Stored items
"""
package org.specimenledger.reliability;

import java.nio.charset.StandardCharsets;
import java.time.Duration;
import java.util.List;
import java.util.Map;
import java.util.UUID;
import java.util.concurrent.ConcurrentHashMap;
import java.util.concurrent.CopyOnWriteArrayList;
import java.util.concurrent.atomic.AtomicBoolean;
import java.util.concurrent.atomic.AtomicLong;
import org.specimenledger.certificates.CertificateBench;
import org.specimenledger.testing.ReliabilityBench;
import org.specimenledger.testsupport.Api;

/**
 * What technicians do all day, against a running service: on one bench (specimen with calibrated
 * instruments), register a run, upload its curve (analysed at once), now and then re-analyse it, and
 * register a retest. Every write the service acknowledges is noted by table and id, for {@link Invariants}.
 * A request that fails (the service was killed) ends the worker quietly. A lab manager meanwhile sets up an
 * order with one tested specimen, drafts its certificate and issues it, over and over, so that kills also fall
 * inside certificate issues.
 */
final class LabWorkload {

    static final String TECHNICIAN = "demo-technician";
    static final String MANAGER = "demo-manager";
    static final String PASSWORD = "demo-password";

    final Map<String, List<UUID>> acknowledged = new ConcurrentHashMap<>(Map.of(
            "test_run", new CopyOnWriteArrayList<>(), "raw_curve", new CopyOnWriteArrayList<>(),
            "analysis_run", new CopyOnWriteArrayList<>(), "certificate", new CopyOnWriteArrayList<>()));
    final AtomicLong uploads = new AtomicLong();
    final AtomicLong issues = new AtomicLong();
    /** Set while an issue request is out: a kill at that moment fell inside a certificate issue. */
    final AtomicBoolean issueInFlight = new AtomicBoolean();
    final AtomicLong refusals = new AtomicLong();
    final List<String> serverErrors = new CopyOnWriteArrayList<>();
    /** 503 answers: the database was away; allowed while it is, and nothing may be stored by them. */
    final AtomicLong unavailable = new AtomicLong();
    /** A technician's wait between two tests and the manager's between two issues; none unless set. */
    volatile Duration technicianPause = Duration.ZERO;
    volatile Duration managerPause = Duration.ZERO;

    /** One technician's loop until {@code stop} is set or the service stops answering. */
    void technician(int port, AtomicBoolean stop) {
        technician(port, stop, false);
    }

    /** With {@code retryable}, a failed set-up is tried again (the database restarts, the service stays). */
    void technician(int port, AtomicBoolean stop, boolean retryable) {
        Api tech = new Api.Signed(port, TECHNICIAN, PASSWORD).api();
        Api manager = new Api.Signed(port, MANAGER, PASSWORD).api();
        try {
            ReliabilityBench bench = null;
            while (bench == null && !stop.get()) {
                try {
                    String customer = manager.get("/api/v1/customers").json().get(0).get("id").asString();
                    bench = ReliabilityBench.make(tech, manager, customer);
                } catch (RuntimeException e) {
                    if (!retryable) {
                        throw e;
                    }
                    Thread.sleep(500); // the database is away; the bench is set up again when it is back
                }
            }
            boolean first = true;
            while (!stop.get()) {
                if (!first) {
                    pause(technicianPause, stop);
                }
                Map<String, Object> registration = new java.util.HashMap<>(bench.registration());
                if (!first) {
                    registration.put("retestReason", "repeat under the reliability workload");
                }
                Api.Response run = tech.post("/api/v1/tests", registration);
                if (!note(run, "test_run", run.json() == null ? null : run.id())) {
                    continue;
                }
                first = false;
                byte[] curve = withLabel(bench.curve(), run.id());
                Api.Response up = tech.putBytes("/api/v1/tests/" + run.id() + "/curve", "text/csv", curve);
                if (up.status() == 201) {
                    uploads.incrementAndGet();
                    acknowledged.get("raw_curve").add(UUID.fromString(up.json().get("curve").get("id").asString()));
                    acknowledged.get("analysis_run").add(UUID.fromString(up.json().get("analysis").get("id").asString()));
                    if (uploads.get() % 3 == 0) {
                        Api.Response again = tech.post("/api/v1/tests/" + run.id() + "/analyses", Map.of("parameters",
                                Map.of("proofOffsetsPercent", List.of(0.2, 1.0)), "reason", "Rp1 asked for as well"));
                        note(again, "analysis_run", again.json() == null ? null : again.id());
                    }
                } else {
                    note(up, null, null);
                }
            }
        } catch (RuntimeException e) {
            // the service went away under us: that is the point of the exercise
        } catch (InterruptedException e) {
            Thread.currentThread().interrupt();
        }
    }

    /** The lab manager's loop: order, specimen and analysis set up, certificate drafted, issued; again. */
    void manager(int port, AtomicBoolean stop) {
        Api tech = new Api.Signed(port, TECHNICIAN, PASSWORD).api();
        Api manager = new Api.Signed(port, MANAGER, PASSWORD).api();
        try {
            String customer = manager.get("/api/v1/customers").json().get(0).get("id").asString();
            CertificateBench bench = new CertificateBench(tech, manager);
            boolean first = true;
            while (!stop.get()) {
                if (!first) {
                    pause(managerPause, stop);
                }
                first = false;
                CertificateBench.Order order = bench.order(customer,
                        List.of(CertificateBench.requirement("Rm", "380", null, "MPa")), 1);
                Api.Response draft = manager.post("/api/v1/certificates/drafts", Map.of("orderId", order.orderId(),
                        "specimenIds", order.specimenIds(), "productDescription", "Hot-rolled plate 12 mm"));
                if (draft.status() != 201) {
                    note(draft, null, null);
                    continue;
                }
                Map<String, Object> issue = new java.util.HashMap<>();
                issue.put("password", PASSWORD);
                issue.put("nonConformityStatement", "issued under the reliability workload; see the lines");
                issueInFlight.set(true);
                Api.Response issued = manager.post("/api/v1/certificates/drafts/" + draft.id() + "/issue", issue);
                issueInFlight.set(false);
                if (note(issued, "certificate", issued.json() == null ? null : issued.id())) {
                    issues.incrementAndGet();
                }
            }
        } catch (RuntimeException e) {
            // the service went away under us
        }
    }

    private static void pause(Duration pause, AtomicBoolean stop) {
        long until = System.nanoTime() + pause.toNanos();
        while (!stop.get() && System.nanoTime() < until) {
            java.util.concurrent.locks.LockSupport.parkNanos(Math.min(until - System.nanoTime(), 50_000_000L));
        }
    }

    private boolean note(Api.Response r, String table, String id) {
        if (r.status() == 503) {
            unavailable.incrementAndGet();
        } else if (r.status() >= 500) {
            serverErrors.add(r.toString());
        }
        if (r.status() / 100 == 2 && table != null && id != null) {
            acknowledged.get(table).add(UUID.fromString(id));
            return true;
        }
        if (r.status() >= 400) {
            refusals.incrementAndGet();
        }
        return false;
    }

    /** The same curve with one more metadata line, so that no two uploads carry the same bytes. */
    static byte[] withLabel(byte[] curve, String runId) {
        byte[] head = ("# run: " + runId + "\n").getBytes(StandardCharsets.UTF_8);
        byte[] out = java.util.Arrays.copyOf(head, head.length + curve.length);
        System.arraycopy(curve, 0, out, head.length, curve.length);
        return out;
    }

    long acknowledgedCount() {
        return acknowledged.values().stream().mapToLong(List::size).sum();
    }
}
"""
▶ _Work to be completed_:
Look above for every line with the word "issues" and copy it.

▶ _Response below_:
 * order with one tested specimen, drafts its certificate and issues it, over and over, so that kills also fall
 * inside certificate issues.
    final AtomicLong issues = new AtomicLong();
    /** A technician's wait between two tests and the manager's between two issues; none unless set. */
                    issues.incrementAndGet();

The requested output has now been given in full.